Use these (via a 6amp mcb or lower) to switch a contactor controlling the board.

This is how it is done for TP supplies and larger commercial supplies.
 
I suppose if no storage heaters are fitted there's nothing to stop me installing E10.

I would still advise you to ask about other available tariffs as E10 is not certified to work with storage heaters (this could be for a good reason).

I know scottish power do Option14 that is certified to work with storage heaters and will give you 14 hrs of off peak through the day.

And I know scottish hydro do an economy18 tariff which might be certified for storage heaters.
 
Right then , I have a 16amp rated sangamo timeclock which they have confirmed would be fine for switching a contactor,

Now I need a contactor.

Had a look, there are hundreds of different ones, amps and poles?

I can get a new mem autoline 80amp 2 pole contactor for £40 or a new mem autoline 50 amp 4 pole contactor for £20.

The storage heater side of the mcb is connected to 1 main live and 1 main neutral that feeds the rail, I take it that only the live supply would be connected to the contactor and then to the mcb and the neutral cabling would stay as is?

Total load maximum would be 8.4Kw or 34amps.

Which one would be best?

Thanks for your help so far.


DFH101
 
80A 2-pole is the right choice, the 4-pole could be used but is just making your life unnecessarily difficult as you'd need to share the load across the two pairs of contacts.

EDIT: Scrap that, just noticed the 4-pole contactor is rated high enough to handle the load of your heaters on just one pair of contacts.
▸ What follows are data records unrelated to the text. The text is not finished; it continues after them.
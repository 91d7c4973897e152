import type { JetPath } from '../passes/types.ts'

/**
 * Length and speed of the axis at a depth along one move. The move's parameter u runs from 0 to 1. In the frame that
 * turns with a round move the axis lies at Z(u) = Z₀ + u·ΔZ (ΔZ also of a straight one, that does not turn), so its
 * velocity per u is ΔZ + i·s·Z(u) with s the sweep: V₀ + u·B, even in u. Therefore its size is convex in u, and as
 * Z is even in depth also convex in depth: the fastest point of a jet within a plate is at the top or the bottom, at
 * one end of the move (derived).
 */
export interface AxisRun {
  /** mm */
  length: number
  /** Greatest speed, mm per u. */
  fastest: number
}

/** Written in place: there may be a hundred thousand moves. */
export function runAtDepth(path: JetPath, i: number, depth: number, out: AxisRun): void {
  const { x, y, p, q } = path
  const sweep = path.sweep[i]!
  const j = i + 1
  const ax = x[i]! + depth * p[i]!
  const ay = y[i]! + depth * q[i]!
  const bx = x[j]! + depth * p[j]!
  const by = y[j]! + depth * q[j]!
  if (sweep === 0) {
    out.length = out.fastest = size(bx - ax, by - ay)
    return
  }
  runRound(path, i, depth, sweep, out)
}

function runRound(
  { x, y, p, q, cx, cy }: JetPath,
  i: number,
  depth: number,
  sweep: number,
  out: AxisRun,
): void {
  const j = i + 1
  const mx = cx[i]!
  const my = cy[i]!
  const heading = Math.atan2(y[i]! - my, x[i]! - mx)
  // Distance from the centre and the slope's parts go evenly: turn both ends back on to the x axis.
  const c0 = Math.cos(heading)
  const s0 = Math.sin(heading)
  const c1 = Math.cos(heading + sweep)
  const s1 = Math.sin(heading + sweep)
  const zx0 = size(x[i]! - mx, y[i]! - my) + depth * (p[i]! * c0 + q[i]! * s0)
  const zy0 = depth * (q[i]! * c0 - p[i]! * s0)
  const zx1 = size(x[j]! - mx, y[j]! - my) + depth * (p[j]! * c1 + q[j]! * s1)
  const zy1 = depth * (q[j]! * c1 - p[j]! * s1)
  const dx = zx1 - zx0
  const dy = zy1 - zy0
  const vx = dx - sweep * zy0
  const vy = dy + sweep * zx0
  const bx = -sweep * dy
  const by = sweep * dx
  out.length = meanSize(vx, vy, bx, by)
  out.fastest = Math.max(size(vx, vy), size(vx + bx, vy + by))
}

/** Below this share of |V| the change is small enough for three Gauss points (next term under 1e-14); above, the closed form keeps its digits. */
const SMALL_CHANGE = 0.01

/** ∫₀¹ |V + u·B| du. */
export function meanSize(vx: number, vy: number, bx: number, by: number): number {
  const change = size(bx, by)
  const speed = size(vx, vy)
  if (change <= SMALL_CHANGE * speed) {
    if (change === 0) return speed
    const at = (u: number) => size(vx + u * bx, vy + u * by)
    return (5 * at(0.5 - GAUSS) + 8 * at(0.5) + 5 * at(0.5 + GAUSS)) / 18
  }
  // Along B the velocity goes from w to w + |B|, across it stays: ∫√(w² + c²) dw = ½(w√(w² + c²) + c²·asinh(w/c)).
  const from = (vx * bx + vy * by) / change
  const across = Math.abs(vx * by - vy * bx) / change
  return (areaUnder(from + change, across) - areaUnder(from, across)) / change
}

const GAUSS = Math.sqrt(0.15)

function areaUnder(w: number, c: number): number {
  if (c * c === 0) return (w * Math.abs(w)) / 2
  return (w * size(w, c) + c * c * Math.asinh(w / c)) / 2
}

/** Lengths in a plate neither overflow nor underflow, so the plain root does; Math.hypot takes many times as long. */
function size(x: number, y: number): number {
  return Math.sqrt(x * x + y * y)
}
I'd still choose the 2-pole to keep things as simple as possible, but the 4-pole will also work.
 
electronicsuk said:
80A 2-pole is the right choice, the 4-pole could be used but is just making your life unnecessarily difficult as you'd need to share the load across the two pairs of contacts.

EDIT: Scrap that, just noticed the 4-pole contactor is rated high enough to handle the load of your heaters on just one pair of contacts. I'd still choose the 2-pole to keep things as simple as possible, but the 4-pole will also work.

Thanks

I wont be fitting the stuff, just need to have it for when the new meter is installed, if its the same guy from the dno that took out the old heating meter he said he would fit it if i had it.


:)
 
Hi,

I am in a similar situation, but am trying to connect the Gledhill Electramate Wet central heating system.. THis is an electric boiler that requires 2 inputs, an on peak and off peak (that dictates the mode the boiler works in, dependant on where the off peak supply is available). However, the E10 tariffs require a single meter & thus single output.

This means that I'd need to connect one input from the boiler direct to the main supply (via an RCD, obviously), and the second off peak input to the main supply via a timeswitch that is set to activate at the same time as the E10 tariff. The boiler is rated at 9.5kw, i.e. 40Amps & thus a contactor is the only way of doing it as timeswitches aren't rated high enough.

I haven't actually done this yet, as am a bit nevous but seeing that I'm not the only one trying to do this, means I'm not mad!